Goodiff TOS word frequency
Revision as of 12:47, 19 May 2014 by Michael Murtaugh (talk | contribs)
- TOS selected words frequency on timeline
By Dusan and Natasa, at GooDiff.org workshop with Nicolas Maleve, Michael and Aymeric
Code returns the frequencies of selected words in TOS defined in path variable.

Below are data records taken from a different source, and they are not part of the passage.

import { describe, expect, it } from "vitest";
import { cellBox, layoutPoster, type Box, type LayoutInput } from "@/lib/poster/layout";
import { mmToPt, ORIENTATIONS, PAPER_IDS } from "@/lib/poster/paper";

const texts = { title: 60, law: 40, source: 160, notes: 600, caution: 250, legend: [110, 140, 150, 180, 130], url: 40 };
const input = (over: Partial<LayoutInput> & Pick<LayoutInput, "grids">): LayoutInput => ({
  paper: "A2",
  orientation: "portrait",
  texts,
  banner: true,
  logo: true,
  ...over,
});
const grid = (rows: number, cols: number, pressureLine = false) => ({
  rows,
  cols,
  pressureLine,
  titleChars: 52,
  subtitleLines: [60, 40, 50],
});

const EPS = 1e-6;
const overlaps = (a: Box, b: Box) =>
  a.x < b.x + b.width - EPS && b.x < a.x + a.width - EPS && a.y < b.y + b.height - EPS && b.y < a.y + a.height - EPS;
const inside = (inner: Box, outer: Box) =>
  inner.x >= outer.x - EPS &&
  inner.y >= outer.y - EPS &&
  inner.x + inner.width <= outer.x + outer.width + EPS &&
  inner.y + inner.height <= outer.y + outer.height + EPS;

describe("layoutPoster", () => {
  const shapes = [
    [grid(10, 12)],
    [grid(7, 7), grid(7, 7, true)],
    [grid(4, 30), grid(30, 4), grid(10, 10)],
    [grid(30, 30)],
    [grid(1, 1)],
  ];

  it("keeps every block on the page, inside the margins, with no two blocks overlapping", () => {
    for (const paper of PAPER_IDS) {
      for (const orientation of ORIENTATIONS) {
        for (const grids of shapes) {
          for (const banner of [true, false]) {
            const l = layoutPoster(input({ paper, orientation, grids, banner, logo: banner }));
            const label = `${paper} ${orientation} ${grids.length} grids ${l.footer}`;
            const page: Box = {
              x: l.margin,
              y: l.margin,
              width: l.page.width - 2 * l.margin,
              height: l.page.height - 2 * l.margin,
            };
            const blocks: [string, Box][] = [
              ["lab and title", l.title],
              ["law", l.law],
              ...(l.logo ? [["logo", l.logo] as [string, Box]] : []),
              ...(l.banner ? [["banner", l.banner] as [string, Box]] : []),
              ...l.grids.map((g, i) => [`grid ${i}`, g.box] as [string, Box]),
              ["caution", l.caution],
              ["legend", l.legend],
              ["edition", l.edition],
              ["qr", l.qr],
              ["qr text", l.qrText],
            ];
            for (const [name, b] of blocks) expect(inside(b, page), `${label}: ${name} inside the margins`).toBe(true);
            for (let i = 0; i < blocks.length; i++) {
              for (let j = i + 1; j < blocks.length; j++) {
                const [a, ba] = blocks[i] as [string, Box];
                const [b, bb] = blocks[j] as [string, Box];
                expect(overlaps(ba, bb), `${label}: ${a} overlaps ${b}`).toBe(false);
              }
            }
            for (const row of l.legendRows) {
              expect(inside(row.swatch, l.legend), `${label}: legend swatch`).toBe(true);
              expect(inside(row.text, l.legend), `${label}: legend text`).toBe(true);
            }
            l.grids.forEach((g, i) => {
              const { rows, cols } = grids[i] as ReturnType<typeof grid>;
              expect(inside(cellBox(g, rows - 1, cols - 1), g.box), `${label}: last cell inside grid ${i}`).toBe(true);
            });
            expect(l.figurePt, label).toBeGreaterThan(0);
          }
        }
      }
    }
  });

  it("draws the QR code at least 25 mm wide plus its quiet zone, larger on larger paper", () => {
    const side = (paper: (typeof PAPER_IDS)[number]) => layoutPoster(input({ paper, grids: [grid(10, 12)] })).qr.width;
    // The reserved square holds the symbol of the smallest version (21 modules) plus 4 modules each side.
    expect((side("A4") * 21) / 29).toBeGreaterThanOrEqual(mmToPt(25) - EPS);
    expect(side("A1")).toBeGreaterThan(side("A4"));
    expect(side("A0")).toBeGreaterThan(side("A1"));
  });

  it("gives larger figures on larger paper and smaller ones with more columns", () => {
    const f = (paper: (typeof PAPER_IDS)[number], cols = 12) =>
      layoutPoster(input({ paper, grids: [grid(10, cols)] })).figurePt;
    expect(f("A3")).toBeGreaterThan(f("A4"));
    expect(f("A2")).toBeGreaterThan(f("A3"));
    expect(f("A1")).toBeGreaterThan(f("A2"));
    expect(f("A0")).toBeGreaterThan(f("A1"));
    expect(f("A2", 24)).toBeLessThan(f("A2", 12));
  });

  it("moves the legend beside the grids when that gives larger figures on a wide page", () => {
    const wide = layoutPoster(input({ paper: "TABLOID", orientation: "landscape", grids: [grid(7, 7)] }));
    const tall = layoutPoster(input({ paper: "TABLOID", orientation: "portrait", grids: [grid(7, 7)] }));
    expect(wide.footer).toBe("side");
    expect(tall.footer).toBe("bottom");
  });

  it("refuses zero or more than three grids", () => {
    expect(() => layoutPoster(input({ grids: [] }))).toThrow(RangeError);
    expect(() => layoutPoster(input({ grids: [grid(2, 2), grid(2, 2), grid(2, 2), grid(2, 2)] }))).toThrow(RangeError);
  });
});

Result is in CSV format, which was then imported to Google Spreadsheets (time pressure: quick & dirty solution).
- Python code
from git.repository import Repository
r = Repository("./dataset")
#path = "google/gmail.google.com/mail/help/terms_of_use.html"
path = "facebook/www.facebook.com/terms.php"

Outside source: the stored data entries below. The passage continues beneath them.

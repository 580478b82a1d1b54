import { notFound } from "next/navigation";
import { ChartDesigner } from "@/components/charts/chart-designer";
import { EditionsPanel } from "@/components/charts/editions-panel";
import { LogoField } from "@/components/charts/logo-field";
import { Caution } from "@/components/ui/caution";
import { forPage } from "@/lib/auth/page-guard";
import { getChart } from "@/lib/ops/charts";
import { getStock } from "@/lib/ops/stock";
import { memberForPage } from "@/lib/auth/page-guard";
import { editionUrls } from "@/lib/charts/present";
import { env } from "@/lib/env";
import { labCan } from "@/lib/ops/access";
import { can } from "@/lib/permissions";

export default async function ChartPage({ params }: { params: Promise<{ slug: string; id: string }> }) {
  const { slug, id } = await params;
  const member = await memberForPage(slug, "lab:read", `/labs/${slug}/charts/${id}`);
  if (member === "forbidden") return null;
  const [{ chart, editions: eds }, stock] = await forPage(`/labs/${slug}/charts/${id}`, () =>
    Promise.all([getChart(member.caller, { chartId: id }), getStock(member.caller, { lab: slug })]),
  );
  // A chart of another lab is not found through this lab's address.
  if (chart.labId !== member.lab.id) notFound();
  return (
    <div>
      <h1 className="text-2xl font-bold">{chart.title}</h1>
      <Caution className="my-4" demo={member.lab.isDemo} />
      <ChartDesigner
        slug={slug}
        chartId={chart.id}
        initial={chart.definition}
        stock={stock}
        labName={member.lab.name}
        logoSha256={chart.logoSha256}
        canEdit={can(member.role, "chart:design")}
      />
      <LogoField
        slug={slug}
        chartId={chart.id}
        logoSha256={chart.logoSha256}
        canEdit={can(member.role, "chart:design")}
      />
      <EditionsPanel
        slug={slug}
        chartId={chart.id}
        can={{
          create: can(member.role, "edition:create"),
          approve: await labCan(member.lab.id, member.role, "edition:approve"),
          withdraw: can(member.role, "edition:withdraw"),
          // The archive copy is a managers-only download (lib/ops/renders.ts refuses anyone else).
          archive: member.role === "manager",
        }}
        editions={eds.map((e) => ({
          id: e.id,
          number: e.number,
          status: e.status,
          fingerprint: e.fingerprint,
          createdByName: e.createdByName,
          createdByMe: e.createdBy === member.user.id,
          createdAt: e.createdAt.toISOString(),
          approvedAt: e.approvedAt?.toISOString() ?? null,
          approvedByName: e.approvedByName,
          reviewBy: e.reviewBy?.toISOString() ?? null,
          rejectionReason: e.rejectionReason,
          matchesToday: e.fingerprint === chart.liveFingerprint,
          ...editionUrls(env.APP_URL, e),
        }))}
      />
    </div>
  );
}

#path = "ebay/www.skype.com/company/legal/privacy/privacy_general.html"
path = path.split("/")
def treewalk(tree, path):
if not path:
return tree
if path[0] in tree:
child = tree[path[0]]
return treewalk(child, path[1:])
import codecs
import nltk.util
import datetime
from operator import itemgetter
from nltk.corpus import stopwords
print "date;you;we;share;privacy;please;friend;control"
seen = {}
count = 0
noname = None
for r in r.rev_list():
b = treewalk(r.tree, path)
if b and b.name not in seen and datetime.datetime.fromtimestamp(float(r._committer_timestamp)) < datetime.datetime(2009, 11, 26, 18, 10): #last condition is to avoid French versions of TOS
seen[b.name] = True
# print r.shortname
count += 1
str1 = nltk.util.clean_html(b.contents)
# create a list of words separated at whitespaces
english_stops = set(stopwords.words("english"))
wordList1 = str1.split(None)
wordList1 = [w for w in wordList1 if w not in english_stops]
# strip any punctuation marks and build modified word list
# start with an empty list
wordList2 = []
for word1 in wordList1:
# last character of each word
lastchar = word1[-1:]
# use a list of punctuation marks
if lastchar in [",", ".", "!", "?", ";", "s", ")"]:
word2 = word1.rstrip(lastchar)
else:
word2 = word1
# build a wordList of lower case modified words
word2 = word2.lower()
if word2 in ["privée","privé"]:
word2 = "privacy"
if word2 in "vous":
word2 = "you"
if word2 in "nous":
word2 = "we"
if word2 in ["contrôle","contrôler"]:
word2 = "control"
if word2 in ["confiance","confier"]:
word2 = "trust"
if word2 in ["réclame","publicité"]:
word2 = "advertisement"
if word2 in "plait":
word2 = "please"
wordList2.append(word2)
# create a wordfrequency dictionary
# start with an empty dictionaryimport nltk.util
freqD2 = {}
for word2 in wordList2:
freqD2[word2] = freqD2.get(word2, 0) + 1
# create a list of keys and sort the list
# all words are lower case already
keyList = freqD2.keys()
keyList_sorted = sorted(freqD2.items(), key=itemgetter(0)) # or sort by count: change to (1)
keyList_sorted.reverse()
print str(datetime.datetime.fromtimestamp(float(r._committer_timestamp))),
for pair in keyList_sorted:
if pair[0] in ["friend","we","you","privacy","share","control","please"]:
# print str(datetime.datetime.fromtimestamp(float(r._committer_timestamp))) +";"+ pair[0] +";"+ str(pair[1])
print ";"+str(pair[1]),
print ""
- Result
Ideas
- Distance/similarity between two documents? How the facebook privacy is different from the Google privacy policy? You can use frequency vector of each document to compare the two. That would allow to see if there are major differences between company's approach to privacy. It could be even a nice visualization.